В темный коридор доносился из кухни пряный запах еды. Точно таким же запахом были пропитаны коридоры и других, похожих на этот, домов. Открыла ему сама Лиза. С сигаретой в зубах, возбужденная и растрепанная, скорее всего от выпитого вина, она явно только встала из-за стола.

— Сюда… а теперь сюда, — сказала она, не ответив на приветствие, и повела гостя прямо в будуар, на ходу захлопывая одну за другой распахнутые двери: душной спальни с неубранной постелью, закопченной маленькой кухни, заставленной всевозможной утварью, и уже знакомой Микеле пыльной, темной гостиной.

— Здесь будет всего уютнее, — сказала она, войдя в будуар. Через два занавешенных окна в него проникал яркий свет. Должно быть, небо уже прояснилось, и сейчас за окнами в вышине нестерпимо сверкало солнце.

Они сели рядом на диван.

— Ну, как жизнь? — спросила Лиза, протянув ему коробку с сигаретами.

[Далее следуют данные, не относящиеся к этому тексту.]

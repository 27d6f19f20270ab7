package dev.sheaf.miner.mine;

import static org.junit.jupiter.api.Assertions.assertEquals;
import static org.junit.jupiter.api.Assertions.assertThrows;
import static org.junit.jupiter.api.Assertions.assertTrue;

import com.fasterxml.jackson.databind.ObjectMapper;
import dev.sheaf.miner.text.AnalysisProfile;
import dev.sheaf.miner.text.EvidenceLine;
import java.io.IOException;
import java.nio.charset.StandardCharsets;
import java.nio.file.Files;
import java.nio.file.Path;
import java.util.List;
import java.util.Locale;
import java.util.Random;
import org.junit.jupiter.api.Test;
import org.junit.jupiter.api.io.TempDir;

class HarvestFilesTest {
    @TempDir
    Path tmp;

    private static Harvest sample() {
        EvidenceLine e = new EvidenceLine("FH-1", "feed.jsonl", "line 1", "description", "", "a light", "ripstop nylon",
                "shell", 8, 21);
        Harvest.Candidate c = new Harvest.Candidate(1, "ripstop nylon", 2, 12, 9, 0.09, 20.5,
                new Harvest.Scores(7.5, 0.8, 120.25, 3.3, 900.0, 12.0, 20.5),
                List.of(new Harvest.CategoryScore("=HYPERLINK(\"x\")", 7, 4.567)), null, List.of(e));
        Harvest.Candidate u = new Harvest.Candidate(2, "-waterproof", 1, 10, 10, 0.1, 10.0,
                new Harvest.Scores(null, null, null, null, null, null, 10.0), List.of(), "waterproof", List.of());
        Harvest.SpecFacet f = new Harvest.SpecFacet("Weight", 3, List.of(new Harvest.SpecKeyCount("Weight", 3)), 2,
                List.of(new Harvest.SpecValueCount("1.2 kg", 2, null, null)), null);
        Harvest.CorpusStats stats = new Harvest.CorpusStats(100, 400, 900, 5000, 700, 1,
                List.of(new Harvest.CategoryCount("tents", 100)), List.of(new Harvest.NgramLevel(1, 700, 90)), 2, 2);
        Harvest.Parameters p = new Harvest.Parameters(AnalysisProfile.defaults().toJsonTree(new ObjectMapper()),
                HarvestOptions.defaults(), List.of("feed.jsonl"), Integrations.COMPONENTS);
        return new Harvest(Harvest.FORMAT, Harvest.FORMAT_VERSION, p, stats, List.of(c, u), List.of(f));
    }

    @Test
    void jsonRoundTripsAndIsStable() throws IOException {
        Harvest h = sample();
        HarvestFiles.write(h, tmp);
        Harvest back = HarvestFiles.readJson(tmp.resolve(HarvestFiles.JSON));
        assertEquals(h, back);
        assertEquals(HarvestFiles.toJson(h), Files.readString(tmp.resolve(HarvestFiles.JSON), StandardCharsets.UTF_8));
        assertTrue(!Files.readString(tmp.resolve(HarvestFiles.JSON)).contains("\r"), "LF line ends on every platform");
    }

    @Test
    void csvCellsAreSpreadsheetSafe() throws IOException {
        HarvestFiles.write(sample(), tmp);
        String csv = Files.readString(tmp.resolve(HarvestFiles.CSV), StandardCharsets.UTF_8);
        assertTrue(csv.contains("\"'-waterproof\""), csv);
        assertTrue(csv.contains("\"'=HYPERLINK(\"\"x\"\") (df 7, z 4.57)\""), csv);
        assertTrue(csv.contains("a light [ripstop nylon] shell — feed.jsonl line 1"), csv);
    }

    @Test
    void aFileThatIsNoHarvestIsRejectedWithWhatToDo() throws IOException {
        Path f = tmp.resolve("x.json");
        Files.writeString(f, HarvestFiles.toJson(sample()).replace("\"sheaf-harvest\"", "\"something-else\""));
        IOException e = assertThrows(IOException.class, () -> HarvestFiles.readJson(f));
        assertTrue(e.getMessage().contains("not a harvest"), e.getMessage());
    }

    @Test
    void twoDecimalsMatchTheFormatter() {
        Random r = new Random(5);
        for (int i = 0; i < 10_000; i++) {
            double v = (r.nextDouble() - 0.3) * Math.pow(10, r.nextInt(6));
            StringBuilder b = new StringBuilder();
            HarvestFiles.fixed2(b, v);
            String want = String.format(Locale.ROOT, "%.2f", v);
            assertEquals(want, b.toString(), "value " + v);
        }
    }
}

Не поднимая глаз, с тем же озабоченным видом, он взял одну. «Лучше всего сразу поговорить с ней откровенно», — подумал он, разглядывая сильно напудренное лицо хозяйки дома. На ней была старая; пожелтевшая от времени белая блузка и серая, помятая, сильно поношенная юбка из грубой ткани. На шее висел очень яркий, слегка засаленный и небрежно повязанный галстук, манжеты были украшены перламутровыми пуговицами в виде собачьей головы… Точно по контрасту с этим чисто мужским одеянием пышная грудь, казалось, вот-вот прорвет рубашку, а бледно-розовые покатые плечи мощно вырисовывались сквозь прозрачную ткань, открывая взору две белые бретельки от сорочки. — Плохо, — ответил он наконец.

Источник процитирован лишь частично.